> **Activity**:
Which lines below fall between the one containing "rays, seed: 5" and the one containing "const before = traceChunk(pkg, 3, 3000, 9, createTally());"? Repeat them exactly, counting both of those lines, and add nothing else.
╔══
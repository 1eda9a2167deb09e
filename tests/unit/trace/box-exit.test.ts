import { describe, expect, it } from 'vitest';
import { boxExit } from '../../../src/lib/trace/box-exit';
import * as S from '../../../src/lib/trace/surfaces';
import { EPS, assertInDelta } from '../../support/assert';

// Box [−0.5, 0.5] × [−0.25, 0.25] × [0, 0.1] mm
const box = Float64Array.of(0.5, 0.25, 0.1);
const hit = new Float64Array(1);
const ray = (x: number, y: number, z: number, dx: number, dy: number, dz: number) => {
  const n = Math.hypot(dx, dy, dz);
  return Float64Array.of(x, y, z, dx / n, dy / n, dz / n);
};

describe('boxExit(ray, box, hit)', () => {
  it.each([
    [ray(0, 0, 0.05, 1, 0, 0), S.CHIP_X_POS, 0.5],
    [ray(0, 0, 0.05, -1, 0, 0), S.CHIP_X_NEG, 0.5],
    [ray(0, 0, 0.05, 0, 1, 0), S.CHIP_Y_POS, 0.25],
    [ray(0, 0, 0.05, 0, -1, 0), S.CHIP_Y_NEG, 0.25],
    [ray(0, 0, 0.05, 0, 0, 1), S.CHIP_TOP, 0.05],
    [ray(0, 0, 0.05, 0, 0, -1), S.CHIP_BOTTOM, 0.05]
  ])('leaves an axis ray through the face ahead (%#) at the wall distance (exact)', (r, face, t) => {
    expect(boxExit(r, box, hit)).toBe(face);
    expect(hit[0]).toBe(t);
  });

  it('picks the nearest wall for an oblique ray: t = min over axes of (wall − p)/d (2 ε)', () => {
    // from the centre of the floor toward (1, 1, 1): x wall at 0.5√3, y at 0.25√3, top at 0.1√3
    const r = ray(0, 0, 0, 1, 1, 1);
    expect(boxExit(r, box, hit)).toBe(S.CHIP_TOP);
    assertInDelta(hit[0], 0.1 * Math.sqrt(3), 2 * EPS);
    const flat = ray(0.4, 0, 0.05, 1, 1, 0.01);
    expect(boxExit(flat, box, hit)).toBe(S.CHIP_X_POS);
    assertInDelta(hit[0], 0.1 / flat[3], 2 * EPS);
  });

  it('returns t = 0 (not negative) for a point a hair outside after roundoff, and NONE for a zero direction', () => {
    expect(boxExit(Float64Array.of(0.5 + 1e-16, 0, 0.05, 1, 0, 0), box, hit)).toBe(S.CHIP_X_POS);
    expect(hit[0]).toBe(0);
    expect(boxExit(Float64Array.of(0, 0, 0.05, 0, 0, 0), box, hit)).toBe(S.SURFACE_NONE);
  });
});
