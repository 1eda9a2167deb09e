import { describe, expect, it } from 'vitest';
import { flipChipOnSapphire, singleBoxChip, thinFilmChip } from '../../../src/lib/trace/chip-presets';
import { compileScene } from '../../../src/lib/trace/compile-scene';
import { packageScene } from '../../../src/lib/trace/package-scene';
import { validateTracePackage, type TracePackage } from '../../../src/lib/trace/package-spec';
import { createTally } from '../../../src/lib/trace/tally';
import { traceChunk } from '../../../src/lib/trace/trace-chunk';
import { NO_ENCAPSULANT, cupPackage, domePackage, withEncapsulant } from '../../support/fixtures';

const cup = cupPackage(flipChipOnSapphire());
const packages: [string, TracePackage][] = [
  ['flat cup, flip chip', cup],
  ['cup with a dome on the rim', { ...cup, body: { ...(cup.body as object), fill: 'dome' } as TracePackage['body'] }],
  ['empty cup, tracked polarisation', { ...cup, polarization: 'track', body: { ...(cup.body as object), fill: 'none' } as TracePackage['body'] }],
  ['thin-film chip, textured top, diffuse base, dome', { ...domePackage(), chip: { ...thinFilmChip(), topScatter: 0.5 }, baseFinish: 'diffuse' }],
  ['chip-scale: flip chip in a square box, diffuse base', {
    ...withEncapsulant(domePackage(), { shape: 'box', radiusMm: 0.6, heightMm: 0.3, n: 1.41, absorptionPerMm: 0.001 }),
    chip: flipChipOnSapphire(),
    baseFinish: 'diffuse'
  }],
  ['flip chip, bare, metal mirror, volume emission', {
    ...withEncapsulant(domePackage(), NO_ENCAPSULANT),
    chip: { ...flipChipOnSapphire({ mirror: { kind: 'metal', n: 0.04382, k: 3.6101 } }), emission: 'volume' }
  }]
];

describe('packageScene(pkg) traced', () => {
  it.each(packages)('%s: valid, every ray in exactly one named bin, no geometry errors', (_, pkg) => {
    validateTracePackage(pkg);
    const t = traceChunk(pkg, 0, 4000, 3, createTally());
    expect(Object.values(t.parts).reduce((a, b) => a + b, 0)).toBe(4000);
    expect(t.escaped + t.absorbedChip + t.absorbedEncapsulant + t.absorbedBase + t.lost).toBe(4000);
    expect(t.geometryErrors).toBe(0);
    expect(t.polarHistogram.reduce((a, b) => a + b, 0)).toBe(t.escaped);
  });

  it('a square box of the outside index is invisible: extraction equals the bare chip within 4σ (Fresnel R = 0 between equal indices; Born & Wolf §1.5.2)', () => {
    const rays = 40_000;
    const bare = traceChunk(withEncapsulant(domePackage(), NO_ENCAPSULANT), 0, rays, 11, createTally());
    const boxed = traceChunk(withEncapsulant(domePackage(), { shape: 'box', radiusMm: 0.8, heightMm: 0.5, n: 1, absorptionPerMm: 0 }), 0, rays, 12, createTally());
    const p = bare.escaped / rays;
    const q = boxed.escaped / rays;
    const sigma = Math.sqrt((p * (1 - p) + q * (1 - q)) / rays);
    expect(Math.abs(p - q)).toBeLessThan(4 * sigma);
    // the box's escapes are credited to its own faces
    expect(Object.keys(boxed.parts).filter((b) => b.startsWith('escaped:')).sort()).toEqual(['escaped:box sides', 'escaped:box top']);
  });

  it('a textured top with s = 0 gives the flat chip bit for bit (no random number drawn)', () => {
    const flat = domePackage();
    const textured = { ...flat, chip: { ...flat.chip, topScatter: 0 } };
    expect(traceChunk(textured, 2, 5000, 8, createTally())).toEqual(traceChunk(flat, 2, 5000, 8, createTally()));
  });

  it('a textured top with s > 0 changes the result', () => {
    const flat = domePackage();
    const textured = { ...flat, chip: { ...flat.chip, topScatter: 1 } };
    expect(traceChunk(textured, 2, 5000, 8, createTally()).escaped).not.toBe(traceChunk(flat, 2, 5000, 8, createTally()).escaped);
  });
});

describe('packageScene(pkg) as a description', () => {
  it('makes the GaN / sapphire face one surface with a layer on each side, and names bins per layer, mirror, wall and floor', () => {
    const scene = packageScene(cup);
    const shared = scene.surfaces.filter((s) => s.name === 'GaN / sapphire');
    expect(shared).toHaveLength(1);
    expect([shared[0].behind, shared[0].front]).toEqual(['GaN', 'sapphire']);
    const bins = compileScene(scene).binNames;
    expect(bins).toEqual(expect.arrayContaining(['medium:GaN', 'medium:encapsulant', 'surface:chip mirror', 'surface:floor', 'surface:wall', 'escaped:cup top']));
    expect(bins).not.toContain('medium:sapphire'); // it does not absorb
  });

  it('emits from the named layer, at its middle by default', () => {
    const scene = packageScene(cup);
    expect(scene.emitter).toEqual({ medium: 'GaN', mode: 'plane', z: 0.0025 });
  });

  it('keeps today\'s single box: one chip medium, its bottom the base', () => {
    const scene = packageScene({ ...domePackage(), chip: singleBoxChip() });
    expect(scene.media.map((m) => m.name)).toEqual(['chip', 'encapsulant', 'outside']);
    expect(scene.surfaces.find((s) => s.name === 'base under the chip')?.absorbedBin).toBe('base');
  });
});
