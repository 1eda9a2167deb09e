import { describe, expect, it } from 'vitest';
import { flipChipOnSapphire } from '../../../src/lib/trace/chip-presets';
import { packageScene } from '../../../src/lib/trace/package-scene';
import type { TracePackage } from '../../../src/lib/trace/package-spec';
import { samplePaths, sceneRadius } from '../../../src/lib/trace/ray-paths';
import type { Shape } from '../../../src/lib/trace/scene';
import { createTally } from '../../../src/lib/trace/tally';
import { traceChunk } from '../../../src/lib/trace/trace-chunk';
import { cupPackage, domePackage } from '../../support/fixtures';

const cup = cupPackage(flipChipOnSapphire());
const packages: [string, TracePackage][] = [
  ['dome', domePackage()],
  ['flip chip under the dome', { ...domePackage(), chip: flipChipOnSapphire() }],
  ['flat cup, diffuse wall', cup],
  ['empty cup, tracked polarisation', { ...cup, polarization: 'track', body: { ...(cup.body as object), fill: 'none' } as TracePackage['body'] }]
];

/** How far p is off the shape, mm (0 on it, within its bounds; Infinity outside its bounds). Geometry of scene.ts. */
function offSurface(sh: Shape, [x, y, z]: [number, number, number]): number {
  const slack = 1e-9;
  switch (sh.kind) {
    case 'rect': {
      const p = [x, y, z];
      const [iu, iv] = [0, 1, 2].filter((k) => k !== sh.axis);
      const inside = p[iu] >= sh.uMin - slack && p[iu] <= sh.uMax + slack && p[iv] >= sh.vMin - slack && p[iv] <= sh.vMax + slack;
      return inside ? Math.abs(p[sh.axis] - sh.at) : Infinity;
    }
    case 'disc': {
      const r = Math.hypot(x, y);
      return r >= sh.rInner - slack && r <= sh.rOuter + slack ? Math.abs(z - sh.at) : Infinity;
    }
    case 'cylinder':
      return z >= sh.z0 - slack && z <= sh.z1 + slack ? Math.abs(Math.hypot(x, y) - sh.radius) : Infinity;
    case 'frustum': {
      const rho = sh.r0 + ((sh.r1 - sh.r0) * (z - sh.z0)) / (sh.z1 - sh.z0);
      return z >= sh.z0 - slack && z <= sh.z1 + slack ? Math.abs(Math.hypot(x, y) - rho) : Infinity;
    }
    case 'spheroid-cap': {
      // x²/R² + y²/R² + (z − zc)²/h² = 1, as a distance scale: R·|√(…) − 1|
      const q = Math.sqrt((x * x + y * y) / sh.radius ** 2 + ((z - sh.zCentre) / sh.height) ** 2);
      return z >= sh.zCentre - slack ? sh.radius * Math.abs(q - 1) : Infinity;
    }
    case 'revolution':
      throw new Error('no package in this test holds a profile of revolution');
  }
}

describe('samplePaths', () => {
  it.each(packages)('%s: starts on the emitter, every event point on its surface, fates = the tally of the same seeded rays', (_, pkg) => {
    const rays = 60;
    const paths = samplePaths(pkg, { rays, seed: 5 });
    expect(paths).toHaveLength(rays);
    const scene = packageScene(pkg);
    const emitterBox = scene.media.find((m) => m.name === scene.emitter.medium)!.box!;
    const shapes = new Map(scene.surfaces.map((s) => [s.name, s.shape]));
    const reach = sceneRadius(scene);
    const fates: Record<string, number> = {};
    for (const path of paths) {
      fates[path.fate] = (fates[path.fate] ?? 0) + 1;
      expect(path.points.length).toBe(path.surfaces.length);
      const [x0, y0, z0] = path.points[0];
      expect(path.surfaces[0]).toBe('');
      expect(Math.abs(x0)).toBeLessThanOrEqual(emitterBox.a);
      expect(Math.abs(y0)).toBeLessThanOrEqual(emitterBox.b);
      expect(z0).toBe(scene.emitter.z);
      path.points.forEach((p, i) => {
        const name = path.surfaces[i];
        if (name !== '') expect(offSurface(shapes.get(name)!, p), `${path.fate}, point ${i} on ${name}`).toBeLessThan(1e-9);
      });
      if (path.group === 'escaped') {
        // the last surface met is the one the escape is credited to; the end is one scene radius beyond it
        const n = path.points.length;
        const last = scene.surfaces.find((s) => s.name === path.surfaces[n - 2])!;
        expect(path.fate).toBe(`escaped:${last.escapedBin ?? last.name}`);
        const [a, b] = [path.points[n - 2], path.points[n - 1]];
        expect(Math.hypot(b[0] - a[0], b[1] - a[1], b[2] - a[2])).toBeCloseTo(reach, 9);
      }
    }
    const tally = traceChunk(pkg, 0, rays, 5, createTally());
    const expected = Object.fromEntries(Object.entries(tally.parts).filter(([, n]) => n > 0));
    expect(fates).toEqual(expected);
  });

  it('leaves a traced run unchanged (the recorder keeps no state the loop reads)', () => {
    const pkg = domePackage();
    const before = traceChunk(pkg, 3, 3000, 9, createTally());
    samplePaths(cup, { rays: 50, seed: 2 });
    expect(traceChunk(pkg, 3, 3000, 9, createTally())).toEqual(before);
  });

  it('refuses bad options with one line naming the field and its range', () => {
    expect(() => samplePaths(domePackage(), { rays: 0, seed: 1 })).toThrow('rays must be an integer in [1, 1000]');
    expect(() => samplePaths(domePackage(), { rays: 10, seed: -1 })).toThrow('seed must be an integer in [0, 4294967295]');
  });
});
╚══
> **Output of the exercise**:
    const paths = samplePaths(pkg, { rays, seed: 5 });
    expect(paths).toHaveLength(rays);
    const scene = packageScene(pkg);
    const emitterBox = scene.media.find((m) => m.name === scene.emitter.medium)!.box!;
    const shapes = new Map(scene.surfaces.map((s) => [s.name, s.shape]));
    const reach = sceneRadius(scene);
    const fates: Record<string, number> = {};
    for (const path of paths) {
      fates[path.fate] = (fates[path.fate] ?? 0) + 1;
      expect(path.points.length).toBe(path.surfaces.length);
      const [x0, y0, z0] = path.points[0];
      expect(path.surfaces[0]).toBe('');
      expect(Math.abs(x0)).toBeLessThanOrEqual(emitterBox.a);
      expect(Math.abs(y0)).toBeLessThanOrEqual(emitterBox.b);
      expect(z0).toBe(scene.emitter.z);
      path.points.forEach((p, i) => {
        const name = path.surfaces[i];
        if (name !== '') expect(offSurface(shapes.get(name)!, p), `${path.fate}, point ${i} on ${name}`).toBeLessThan(1e-9);
      });
      if (path.group === 'escaped') {
        // the last surface met is the one the escape is credited to; the end is one scene radius beyond it
        const n = path.points.length;
        const last = scene.surfaces.find((s) => s.name === path.surfaces[n - 2])!;
        expect(path.fate).toBe(`escaped:${last.escapedBin ?? last.name}`);
        const [a, b] = [path.points[n - 2], path.points[n - 1]];
        expect(Math.hypot(b[0] - a[0], b[1] - a[1], b[2] - a[2])).toBeCloseTo(reach, 9);
      }
    }
    const tally = traceChunk(pkg, 0, rays, 5, createTally());
    const expected = Object.fromEntries(Object.entries(tally.parts).filter(([, n]) => n > 0));
    expect(fates).toEqual(expected);
  });

  it('leaves a traced run unchanged (the recorder keeps no state the loop reads)', () => {
    const pkg = domePackage();
    const before = traceChunk(pkg, 3, 3000, 9, createTally());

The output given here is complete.